Python hashlib MD5 digest of any UNC file always yields same hash

673 views Asked by At

The below code shows that three files which are on a UNC share hosted on another machine have the same hash. It also shows that local files have different hashes. Why would this be? I feel that there is some UNC consideration that I don't know about.

Python 2.7.5 (default, May 15 2013, 22:44:16) [MSC v.1500 64 bit (AMD64)] on win32
Type "help", "copyright", "credits" or "license" for more information.
>>> import hashlib
>>> fn_a = '\\\\some.host.com\\Shares\\folder1\\file_a'
>>> fn_b = '\\\\some.host.com\\Shares\\folder1\\file_b'
>>> fn_c = '\\\\some.host.com\\Shares\\folder2\\file_c'
>>> fn_d = 'E:\\file_d'
>>> fn_e = 'E:\\file_e'
>>> fn_f = 'E:\\folder3\\file_f'
>>> f_a = open(fn_a, 'r')
>>> f_b = open(fn_b, 'r')
>>> f_c = open(fn_c, 'r')
>>> f_d = open(fn_d, 'r')
>>> f_e = open(fn_e, 'r')
>>> f_f = open(fn_f, 'r')
>>> hashlib.md5(f_a.read()).hexdigest()
'54637fdcade4b7fd7cabd45d51ab8311'
>>> hashlib.md5(f_b.read()).hexdigest()
'54637fdcade4b7fd7cabd45d51ab8311'
>>> hashlib.md5(f_c.read()).hexdigest()
'54637fdcade4b7fd7cabd45d51ab8311'
>>> hashlib.md5(f_d.read()).hexdigest()
'd2bf541b1a9d2fc1a985f65590476856'
>>> hashlib.md5(f_e.read()).hexdigest()
'e84be3c598a098f1af9f2a9d6f806ed5'
>>> hashlib.md5(f_f.read()).hexdigest()
'e11f04ed3534cc4784df3875defa0236'

EDIT: To further investigate the problem, I also tested using a file from another host. It appears that changing the host will change the result.

>>> fn_h = '\\\\host\\share\\file'
>>> f_h = open(fn_h, 'r')
>>> hashlib.md5(f_h.read()).hexdigest()
'f23ee2dbbb0040bf2586cfab29a03634'

...but then I tried a different file on the new host, and got a new result!

>>> fn_i = '\\\\host\\share\\different_file'
>>> f_i = open(fn_i, 'r')
>>> hashlib.md5(f_i.read()).hexdigest()
'a8ad771db7af8c96f635bcda8fdce961'

So, now I'm really confused. Could it have something to do with the fact that the original host is a \\host.com format and the new host is a \\host format?

3

There are 3 answers

0
Shaun On BEST ANSWER

I did some additional research based on the comments and answers everyone provided. I decided I needed to study permutations of these two features of the code:

  1. A raw string literal is used for the path name, i.e. whether or not:
    A. The file path string is raw with single backslashes in the path, vs.
    B. The file path string is not raw with double backslashes in the path

    (FYI to those who don't know, a raw string is one which is proceeded by an "r" like this: r'This is a raw string')

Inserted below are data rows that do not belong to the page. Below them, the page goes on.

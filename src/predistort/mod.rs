//! Tables and polynomials that undo what the stage does: made from a map or learned, quantized as the hardware
//! would, written as files a front end loads.
//!
//! Verifying them is the study's work: the signal goes through the same chain again.

mod branch;
mod capture;
mod export;
mod polynomial;
mod read;
mod request;
mod table;

pub use branch::{Branch, BranchError};
pub use capture::{
    Cloud, HELPS_DB, InForce, LoopEnd, NextRequest, NextTable, Pass, Scout, ScoutLines, StageCurve,
    StagePoint, StaticFit, StoppedBy, judge_pass, next_table,
};
pub use export::{c_header, csv, hex_image, json, npy};
pub use polynomial::{
    COEFFICIENT_BITS, Candidate, Choice, CoefficientWords, Fit, FitError, Form, Learned,
    LearningEnd, LearningPass, PolynomialRequest, PolynomialSize, choose, fewest_bits, fit, learn,
    read_polynomial,
};
pub use read::read_table;
pub use request::{BelowFloor, DEFAULT_MU, TableRequest};
pub use table::{Entry, EntryCounts, EntryState, Table, TableError};
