//! Each question against its table of checked figures, `tables/ID.tsv`.
#![allow(clippy::unwrap_used, clippy::panic, reason = "a test may panic")]

use farstaff::question::{Answer, ask, catalogue};
use farstaff_tests::table::{Row, rows};

/// What is wrong with a row; nothing where it holds.
fn wrong(answer: &Answer, row: &Row) -> Option<String> {
    if row.source.is_empty() {
        return Some("names no source".to_owned());
    }
    if !answer.problems.is_empty() {
        return Some(format!("{:?}", answer.problems));
    }
    let words = |got: &str| (got.replace('\u{a0}', " ") != row.figure).then(|| format!("says {got}"));
    match row.what.as_str() {
        "verdict" => return words(answer.verdict.word),
        "number" => return words(&answer.verdict.number),
        _ => {}
    }
    let Some(result) = answer.results.iter().find(|r| r.name == row.what) else {
        return Some("has no such result".to_owned());
    };
    match (result.value, row.tolerance.as_str()) {
        (None, "absent") => None,
        (Some(got), tolerance) if tolerance != "absent" => {
            let off = (got - row.figure.parse::<f64>().unwrap()).abs();
            (off.is_nan() || off > tolerance.parse().unwrap()).then(|| format!("{got} is {off:e} off"))
        }
        (got, _) => Some(format!("{got:?}")),
    }
}

#[test]
fn figures_of_every_question_hold() {
    for question in catalogue().questions {
        let rows = rows(question.id).unwrap_or_else(|e| panic!("{e}"));
        assert!(rows.len() >= 10, "{}: {} rows", question.id, rows.len());
        let mut failures = vec![];
        for row in rows {
            let answer = ask(question.id, &row.entry).unwrap();
            let known = ["verdict", "number"].contains(&row.what.as_str())
                || question.results.iter().any(|promised| promised.name == row.what);
            assert!(known, "{}: no result is named {}", question.id, row.what);
            if let Some(why) = wrong(&answer, &row) {
                failures.push(format!("{} {}: {why}\n", row.written, row.what));
            }
        }
        assert!(failures.is_empty(), "{}\n{}", question.id, failures.concat());
    }
}
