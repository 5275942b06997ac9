// The work of core/benches/line.rs in plain JavaScript, for comparison: the same points, the same figures.
//
//     node tests/bench_line.mjs

const [LENGTH, A, B, K, R] = [50e3, 140, 180, 0.13, 6371000];
const ROUNDS = 25;
// How far the parabola lies from this line at most, metres: twice what core/ computes for it.
const OFF = 1e-3;

function hill(n) {
    const at = new Float64Array(n);
    const top = new Float64Array(n);
    let state = 1;
    for (let i = 0; i < n; i += 1) {
        state = (Math.imul(state, 1664525) + 1013904223) >>> 0;
        const share = (i + 0.5) / n;
        at[i] = LENGTH * share;
        top[i] = 100 - 240 * (share - 0.6) * (share - 0.6) + 3 * (state / 4294967296);
    }
    return [at, top];
}

function height(x) {
    const q = 1 - K;
    const [a, b] = [A, B].map((h) => Math.expm1(-q * Math.log1p(h / R)));
    const [turn, rest] = [(q / R) * x, (q / R) * (LENGTH - x)];
    const ends = (a * Math.sin(rest) + b * Math.sin(turn)) / Math.sin((q * LENGTH) / R);
    const bulge = (2 * Math.sin(turn / 2) * Math.sin(rest / 2)) / Math.cos((q * LENGTH) / R / 2);
    return R * Math.expm1(-Math.log1p(ends + bulge) / q);
}

const BEND = (2 * (A + B - 2 * height(LENGTH / 2))) / LENGTH ** 2;
const SLOPE = (B - A) / LENGTH - BEND * LENGTH;

function least(at, top) {
    let low = Infinity;
    for (let i = 0; i < at.length; i += 1) {
        const clearance = A + at[i] * (SLOPE + at[i] * BEND) - top[i];
        if (clearance < low) low = clearance;
    }
    const found = { clearance: Infinity, at: NaN };
    for (let i = 0; i < at.length; i += 1) {
        if (A + at[i] * (SLOPE + at[i] * BEND) - top[i] > low + 2 * OFF) continue;
        const clearance = height(at[i]) - top[i];
        if (clearance < found.clearance) Object.assign(found, { clearance, at: at[i] });
    }
    return found;
}

function sums(at, top) {
    let [x, height] = [0, 0];
    for (let i = 0; i < at.length; i += 1) {
        x += at[i];
        height += top[i];
    }
    return [x, height];
}

function microseconds(work) {
    let best = Infinity;
    for (let round = 0; round < ROUNDS; round += 1) {
        const start = performance.now();
        work();
        best = Math.min(best, performance.now() - start);
    }
    return best * 1e3;
}

console.log("   points     sums, µs    least, µs  ratio  ns/point  least");
for (const n of [1000, 10_000, 100_000, 1_000_000, 4_000_000]) {
    const [at, top] = hill(n);
    const plain = microseconds(() => sums(at, top));
    const took = microseconds(() => least(at, top));
    const found = least(at, top);
    const columns = [[n, 9, 0], [plain, 12, 1], [took, 12, 1], [took / plain, 6, 2], [(took * 1e3) / n, 9, 2]];
    const row = columns.map(([value, width, digits]) => value.toFixed(digits).padStart(width)).join(" ");
    console.log(`${row}  ${found.clearance.toFixed(9)} m at ${found.at.toFixed(3)} m`);
}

  2. The open function mode is r or rb.
    (FYI again to those who don't know, the b in rb mode indicates to read the file as binary.)

The results demonstrated:

  • The string literal / backslashes make no difference in whether or not the hashes of different files are different
  • My error was not opening the file in binary mode. When using rb mode in open, I got different results.

Yay! And thanks for the help.

1
satoru On

Use f1.seek(0) if you intend to use it again, otherwise it would be a file completely read and calling read() again would just return a empty string.

0
patthoyts On

I don't reproduce your problem. I'm using Python 3.4 on Windows 7 here with the following test script which accesses files on a network hard disk:

import sys, hashlib
def main():
    fn0 = r'\\NAS\Public\Software\Backup\Test\Vagrantfile'
    fn1 = r'\\NAS\Public\Software\Backup\Test\z.xml'
    with open(fn0, 'rb') as f:
        h0 = hashlib.md5(f.read())
        print(h0.hexdigest())
    with open(fn1, 'rb') as f:
        h1 = hashlib.md5(f.read())
        print(h1.hexdigest())

if __name__ == '__main__':
    sys.exit(main())

Running this results in two different hash values (as expected):

c:\src\python>python hashtest.py
8af202dffb88739c2dbe188c12291e3d
2ff3db61ff37ca5ceac6a59fd7c1018b

If reading the file contents returns different data for the remote files then passing that data into md5 has to result in different hash values. You might want to print out the first 80 bytes of each file as a check that you are getting what you expect.